On Tuesday, a judge in Alcalá de Henares, northeast of Madrid, sentenced Roman Stanislaw Szalachowski, a 40-year-old Polish man, to six years in prison for killing one of his five housemates, the Ukranian Mykola Stelmakh, on April 10, 2004, and hiding the body for almost two weeks before disposing of it.
An argument about who was going to do the household chores ended in murder and the subsequent quartering of a housemate's body for convenient disposal.
According to testimony during the trial, an argument broke out because Stelmakh "did not cooperate in the household chores."Then Szalachowski, who was drunk, "began to punch and kick the victim in the face, head and abdomen."Next he took him to the yard behind the house, where he went on beating him, and tied a cord around his neck, attaching one end of it to an iron set in the wall.
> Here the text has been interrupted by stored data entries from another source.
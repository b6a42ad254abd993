"""The cached colorimetric tables must equal colour-science's (the published CIE 15 values)."""

import numpy as np

from relview.light import colour_data


def test_cache_equals_colour_science_tables():
    # colour-science (general-purpose reference library) carries the CIE 1931 2-degree
    # observer and illuminant D65 from CIE 15, and the Mallett & Yuksel 2019 basis.
    cached = colour_data.tables()
    reference = colour_data.from_colour_science()
    for name in colour_data.NAMES:
        assert np.array_equal(cached[name], reference[name]), name


def test_cmf_spot_values():
    # CIE 1931 ybar peaks at 1.0 at 555 nm (CIE 15 table, from memory) and the table runs
    # 360-830 nm in 1 nm steps.
    t = colour_data.tables()
    i = int(np.argmax(t["cmf"][:, 1]))
    assert t["cmf_nm"][i] == 555.0 and t["cmf"][i, 1] == 1.0
    assert t["cmf_nm"][0] == 360.0 and t["cmf_nm"][-1] == 830.0
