def test_delay_off_gives_camera_time_and_galilean_positions():
    kin = UniformMotion(beta=np.array([0.9, 0.0, 0.0]), position=np.zeros(3), time=0.0)
    pts = RNG.normal(size=(6, 3))
    cam = np.array([1.25, 0.0, -4.0, 0.0])
    ev, _ = kin.retarded(pts, cam, delay=False)
    np.testing.assert_array_equal(ev[:, 0], 1.25)
    # contraction off: the body is carried rigidly, uncontracted: x = x0 + p + beta t
    ev, _ = kin.retarded(pts, cam, delay=False, contraction=False)
    np.testing.assert_allclose(ev[:, 1:], pts + np.array([0.9 * 1.25, 0.0, 0.0]), atol=1e-15)
    # and the generic (Newton) path agrees for another kind with contraction off
    orbit = OrbitMotion(center=np.zeros(3), radius=3.0, beta=0.5)
    ev, _ = orbit.retarded(pts * 0.1, cam, delay=False, contraction=False)
    np.testing.assert_array_equal(ev[:, 0], 1.25)
    x0, _ = orbit.state(np.zeros((1, 3)), 1.25)
    np.testing.assert_allclose(ev[:, 1:], x0 + pts * 0.1, atol=1e-15)


# ----------------------------------------------------------------------------- hyperbolic


def test_hyperbolic_origin_follows_rindler_hyperbola():
    # Rindler 2006, §3.8: x(t) = sqrt(c^4/a^2 + c^2 t^2) - c^2/a from rest at t = 0.
    a = 3.0e15  # m/s^2, L = c^2/a ~ 30 m
    mot = HyperbolicMotion(
        acceleration=np.array([0.0, a, 0.0]), position=np.array([1.0, 2.0, 3.0]), time=1e-7
    )
    t = 1e-7 + np.array([-4e-7, -1e-8, 0.0, 3e-9, 2e-7])  # s
    x, beta = mot.state(np.zeros((1, 3)), t * C)
    dt = t - 1e-7
    rindler = np.sqrt(C**4 / a**2 + C**2 * dt**2) - C**2 / a
    np.testing.assert_allclose(x[:, 1] - 2.0, rindler, rtol=1e-12, atol=1e-9)
    np.testing.assert_allclose(x[:, [0, 2]], np.tile([1.0, 3.0], (5, 1)), atol=0)
    # velocity: dx/dt = c^2 t / sqrt(c^4/a^2 + c^2 t^2)
    np.testing.assert_allclose(
        beta[:, 1], C * dt / np.sqrt(C**4 / a**2 + C**2 * dt**2), rtol=1e-12, atol=1e-15
    )
    # a gentle 9.81 m/s^2 over one year (no cancellation: compare with the series-free formula)
    g = HyperbolicMotion(acceleration=np.array([9.81, 0.0, 0.0]))
    year = 3.15576e7
    xg, _ = g.state(np.zeros((1, 3)), year * C)
    L = C**2 / 9.81
    np.testing.assert_allclose(xg[0, 0], L * (math.sqrt(1 + (C * year / L) ** 2) - 1), rtol=1e-12)


@pytest.mark.parametrize("accel", [[2.0e16, 0.0, 0.0], [0.0, -5.0e15, 5.0e15], [9.81, 0.0, 0.0]])
def test_hyperbolic_retarded_origin_matches_closed_form(accel):
    mot = HyperbolicMotion(
        acceleration=np.array(accel), position=np.array([0.5, -1.0, 0.0]), time=2e-8
    )
    L = mot.length
    cams = [
        np.array([2e-8 * C + 5.0, 3.0, 4.0, -1.0]),
        np.array([2e-8 * C - 2.0, -6.0, 0.5, 2.0]),
        np.array([2e-8 * C + 40.0, 10.0, -30.0, 5.0]),
        np.array([2e-8 * C + 0.1, 0.5 + 2 * L / 3**0.5, -1.0, 0.0]),
    ]
    seen = 0
    for cam in cams:
        closed = hyperbolic_origin_retarded(mot, cam)
        # the generic safeguarded Newton solver of the base class (HyperbolicMotion's own
        # retarded is the closed form for every body point, checked below)
        ev, beta = RigidKinematics.retarded(mot, np.zeros((1, 3)), cam)
        np.testing.assert_allclose(
            mot.retarded(np.zeros((1, 3)), cam)[0][0], closed, rtol=1e-15, atol=1e-15
        )
        # Behind the horizon (c T + Z.n + L <= 0 from the resting event; Rindler 2006, §3.8)
        # no light arrives: both must say so.
        T, Zn = cam[0] - mot.s0, (cam[1:] - mot.position) @ mot.direction
        if T + Zn + L <= 0:
            assert np.all(np.isnan(closed)) and np.all(np.isnan(ev))
            continue
        seen += 1
        # apparent position and emission time: numeric solver vs the closed form
        scale = cam[0] - closed[0] + 1.0
        np.testing.assert_allclose(
            ev[0], closed, rtol=0, atol=2e-12 * scale + 8e-16 * np.abs(closed).max()
        )
        assert_on_light_cone(closed[None], cam, rtol=1e-11)
        t_ref = brentq_emission(mot, np.zeros(3), cam)  # scipy, independent
        assert abs(t_ref - closed[0]) <= 1e-11 * scale
    assert seen >= 3
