"""Scene-frame skies (relview.light.sky) against Planck's law, colour-science, Einstein's
aberration formula and the radiance invariants of Rybicki & Lightman."""

import math

import numpy as np
import pytest
from conftest import chromaticity, cie_1931_cmfs, xyz_colour_science_blackbody

import relview
from relview.geometry.camera import pixel_solid_angle
from relview.light import sky
from relview.light.spectrum import planck_spectral_radiance
from relview.scene.model import Scene
from relview.scene.parts import Background, Camera, Effects, RenderSettings


def source_at_rest_doppler(d_scene, beta_cam, relativistic=True):
    """D of light from a source at rest in S seen along d (towards the source) by a camera
    moving with beta_cam, written out here: D = gamma (1 - beta.n) with n = -d
    (Rybicki & Lightman 1979, eq. 4.11; physics.md). Without relativity the gamma goes."""
    beta_cam = np.asarray(beta_cam, float)
    g = 1.0 / math.sqrt(1.0 - beta_cam @ beta_cam) if relativistic else 1.0
    return g * (1.0 + np.asarray(d_scene, float) @ beta_cam)


def one_star(temperature=4000.0, seed=11):
    return Background(
        kind="stars", count=1, seed=seed, temperature=(temperature, temperature), luminance=1.0
    )


def star_camera(direction, beta_cam):
    return Camera(
        position=np.zeros(3),
        direction=np.asarray(direction, float),
        fov=40.0,
        beta=np.asarray(beta_cam, float),
    )


def splat_one_star(bg, beta_cam, effects=Effects(), w=61, h=61):
    """(XYZ of the star's pixel, the pixel's solid angle, D of the star) for a camera
    looking straight at the one star of ``bg``."""
    d_star = sky.generate_stars(bg)[0][0]
    beta_cam = np.asarray(beta_cam, float)
    cam = star_camera(d_star, beta_cam)
    img = sky.star_splat(bg, cam, w, h, beta_cam, effects)
    lit = np.argwhere(img[..., 1] > 0)
    assert len(lit) == 1, "the star lands in exactly one pixel"
    iy, ix = lit[0]
    omega = pixel_solid_angle(cam, w, h)[iy, ix]
    return img[iy, ix], omega, source_at_rest_doppler(d_star, beta_cam)


@pytest.mark.parametrize("speed", [-0.6, 0.0, 0.5, 0.9])
def test_a_star_seen_in_motion_has_the_colour_of_a_blackbody_at_d_t(speed):
    # A blackbody at T seen with Doppler factor D is a blackbody at D T (Planck's law with
    # the invariance of I_nu / nu^3, Rybicki & Lightman 1979, eq. 4.97). Chromaticity from
    # colour-science (sd_blackbody + sd_to_XYZ, CIE 1931 2 degree observer).
    bg = one_star(4000.0)
    d_star = sky.generate_stars(bg)[0][0]
    xyz, _, dop = splat_one_star(bg, speed * d_star)  # moving towards (+) or away (-)
    want = chromaticity(xyz_colour_science_blackbody(dop * 4000.0))
    # relview's tabulated XYZ against colour-science's 1 nm sum: common practice tolerance
    assert chromaticity(xyz) == pytest.approx(want, abs=1e-3)
    if speed > 0:
        assert dop > 1.0  # approaching the star: blue shift
    elif speed < 0:
        assert dop < 1.0


def test_star_flux_with_beaming_alone_scales_as_d_squared():
    # With the colour shift off, a star's radiance goes as D^4 (bolometric radiance,
    # I / nu^3 invariance integrated over nu: Rybicki & Lightman eq. 4.97) and its solid
    # angle as 1/D^2 (aberration, R&L ch. 4): its flux, radiance x solid angle, as D^2,
    # as the sky module's docstring states.
    bg = one_star(6000.0)
    d_star = sky.generate_stars(bg)[0][0]
    only_beaming = Effects(doppler=False)
    xyz0, om0, _ = splat_one_star(bg, np.zeros(3), only_beaming)
    xyz, om, dop = splat_one_star(bg, 0.7 * d_star, only_beaming)
    assert dop == pytest.approx(math.sqrt(1.7 / 0.3))  # head-on: sqrt((1+b)/(1-b))
    assert xyz * om == pytest.approx(xyz0 * om0 * dop**2, rel=1e-9)


# ------------------------------------------------------------------------------ graticule


def graticule(luminance=2.0, temperature=5000.0, spacing=30.0, width=3.0):
    return Background(
        kind="graticule", luminance=luminance, temperature=temperature, spacing=spacing, width=width
    )


def test_graticule_line_at_rest_has_its_stated_luminance_and_colour():
    # scene-format.md: `luminance` is the rest-frame luminance (cd/m2) of the lines, which
    # glow as a blackbody at `temperature`
    bg = graticule(luminance=3.5, temperature=5000.0)
    on_equator = np.array([[1.0, 0.0, 0.0]])
    xyz = sky.sky_xyz(bg, on_equator, np.zeros(3), Effects())[0]
    assert xyz[1] == pytest.approx(3.5, rel=1e-9)
    assert chromaticity(xyz) == pytest.approx(
        chromaticity(xyz_colour_science_blackbody(5000.0)), abs=1e-3
    )
    a = math.radians(15.0)  # latitude and longitude 15 deg: midway between lines
    between_lines = np.array([[math.cos(a) * math.cos(a), math.cos(a) * math.sin(a), math.sin(a)]])
    assert sky.sky_xyz(bg, between_lines, np.zeros(3), Effects())[0] == pytest.approx(0.0)


def test_graticule_luminance_ratio_follows_the_shifted_planck_spectrum():
    # Per wavelength the observed radiance is D^5 B_lambda(D lambda; T) (I_nu / nu^3
    # invariance, Rybicki & Lightman eq. 4.97; physics.md). The luminance ratio, moving /
    # at rest, integrated here against colour-science's CIE 1931 ybar on its 1 nm grid.
    bg = graticule(luminance=1.0, temperature=5000.0)
    d = np.array([[1.0, 0.0, 0.0]])
    beta = np.array([0.4, 0.0, 0.0])
    dop = source_at_rest_doppler(d[0], beta)
    got = (
        sky.sky_xyz(bg, d, beta, Effects())[0, 1] / sky.sky_xyz(bg, d, np.zeros(3), Effects())[0, 1]
    )
    cmfs = cie_1931_cmfs()
    lam = cmfs.wavelengths
    ybar = cmfs.values[:, 1]
    moving = np.sum(dop**5 * planck_spectral_radiance(dop * lam, 5000.0) * ybar)
    rest = np.sum(planck_spectral_radiance(lam, 5000.0) * ybar)
    assert got == pytest.approx(moving / rest, rel=2e-3)


@pytest.mark.parametrize(
    "doppler,beaming", [(True, True), (True, False), (False, True), (False, False)]
)
def test_graticule_doppler_and_beaming_switches_behave_as_documented(doppler, beaming):
    # scene-format.md (effect switches) and spectrum.apply_effects: doppler shifts the
    # colour, beaming multiplies by the bolometric D^4 (Rybicki & Lightman eq. 4.97)
    bg = graticule(luminance=1.0, temperature=4000.0)
    d = np.array([[0.0, 1.0, 0.0]])
    beta = np.array([0.0, 0.6, 0.0])  # flying towards the line at (0, 1, 0)
    dop = source_at_rest_doppler(d[0], beta)
    assert dop == pytest.approx(2.0)  # physics.md check: beta = 0.6 head-on gives D = 2
    rest = sky.sky_xyz(bg, d, np.zeros(3), Effects())[0]
    shifted = sky.sky_xyz(bg, d, beta, Effects())[0]  # the observed sky: blackbody at D T
    want = {
        (True, True): shifted,
        (True, False): shifted / dop**4,  # the colour shift without the D^4 brightening
        (False, True): rest * dop**4,  # the rest-frame colour brightened by D^4
        (False, False): rest,  # the sky as at rest
    }[doppler, beaming]
    got = sky.sky_xyz(bg, d, beta, Effects(doppler=doppler, beaming=beaming))[0]
    assert got == pytest.approx(want, rel=1e-9)
    # the colour shift is real: the shifted line is bluer than the line at rest
    assert chromaticity(shifted)[0] < chromaticity(rest)[0] - 0.05


def test_graticule_without_contraction_uses_the_classical_doppler_factor():
    # Galilean kinematics (contraction off) drop the gamma: D = 1 + beta.d for a source at
    # rest (classical Doppler factor of light moving at c in S; scene-format.md)
    bg = graticule(luminance=1.0, temperature=4000.0)
    d = np.array([[0.0, 1.0, 0.0]])
    beta = np.array([0.0, 0.6, 0.0])
    only_beaming = Effects(contraction=False, doppler=False)
    got = sky.sky_xyz(bg, d, beta, only_beaming)[0, 1]
    assert got == pytest.approx(1.6**4, rel=1e-9)


def graticule_panorama(beta_z, aberration=True):
    """A panorama (rows = camera-frame latitude) of a bodiless graticule sky, the camera
    flying along the graticule's pole (scene z) at beta_z."""
    cam = Camera(
        position=np.zeros(3),
        direction=np.array([1.0, 0.0, 0.0]),
        fov=360.0,
        projection="panorama",
        beta=np.array([0.0, 0.0, beta_z]),
    )
    scene = Scene(
        camera=cam,
        bodies=[],
        background=graticule(spacing=30.0, width=3.0),
        render=RenderSettings(resolution=(720, 360), effects=Effects(aberration=aberration)),
    )
    return relview.render(scene).layers["xyz"][..., 1] > 0


def line_rows(on):
    """Centres of the lit runs (image rows) in the column at camera longitude 15 deg, midway
    between two meridians: the latitude lines crossing it, and the polar caps (where the
    meridians converge) at the top and bottom edges."""
    h, w = on.shape
    col = on[:, w // 2 + w // 24]  # the view direction is at the centre column
    edges = np.flatnonzero(np.diff(np.concatenate([[0], col.astype(int), [0]])))
    runs = edges.reshape(-1, 2)  # [first row, last row + 1) of each lit run
    inner = [(a + b) / 2.0 for a, b in runs if a > 0 and b < h]
    return np.array(inner)


def test_moving_camera_sees_the_graticule_aberrated_as_einstein_predicts():
    # Einstein 1905 (Ann. Phys. 17, 891), section 7, in the form of physics.md: light
    # arriving in S at angle theta to the direction of motion is seen at theta' with
    # cos theta' = (cos theta + beta) / (1 + beta cos theta). With the motion along the
    # pole, a line of latitude lat (theta = 90 deg - lat) is seen at latitude lat' with
    # sin lat' = (sin lat + beta) / (1 + beta sin lat).
    beta = 0.8
    on = graticule_panorama(beta)
    h = on.shape[0]
    lats = np.radians(np.arange(-60.0, 61.0, 30.0))
    seen = np.arcsin((np.sin(lats) + beta) / (1.0 + beta * np.sin(lats)))
    want = np.sort(h / 2.0 - seen / np.pi * h)  # panorama: latitude linear down the image
    got = line_rows(on)
    assert len(got) == len(want)
    assert got == pytest.approx(want, abs=2.0)
    # where the lines at 0 and -30, -60 deg would be without aberration, that column is dark
    col = on[:, on.shape[1] // 2 + on.shape[1] // 24]
    for lat in (0.0, -30.0, -60.0):
        assert not col[int(h / 2.0 - lat / 180.0 * h)]
    # at rest the same column shows the lines where they are
    assert line_rows(graticule_panorama(0.0)) == pytest.approx(
        np.sort(h / 2.0 - lats / np.pi * h), abs=1.0
    )


def test_graticule_with_aberration_off_stays_where_it_is_at_rest():
    on = graticule_panorama(0.8, aberration=False)
    rest = graticule_panorama(0.0)
    assert np.array_equal(on, rest)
"Szalachowski raised his head from the ground and held it in the air," killing his housemate, in the words of the sentence released on Tuesday. Szalachowski's rage did not end there. The convicted man "moved the body to a tool shed and left it there, covering it with a board." There it remained until 19 April, more than a week after the murder.Then Szalachowski hacked the body into pieces to dispose of it. He separated the head from the trunk, cutting off the arms and the lower part of the legs. During the night of 20 April, Szalachowski "put the trunk in a sports bag, and dumped it in a garbage bin near the house." The next day, at six in the morning, he disposed of the rest, dropping it in another garbage bin about 200 metres away from the house.Six hours later, about noon, two women found the remains in the bin, when they lifted the lid and saw a man's head inside. Shocked, they ran to a nearby cafeteria and called the police.Two days later the police arrested the five housemates of the victim, including Szalachowski, who turned out to be the killer.
During the trial, the man confessed his crime.
The judge gave him a six-year prison sentence after ruling that his intoxicated state was an extenuating circumstance."His intellectual and volitional faculties were seriously impaired due to the previous consumption of alcoholic beverages," was the judge's reasoning.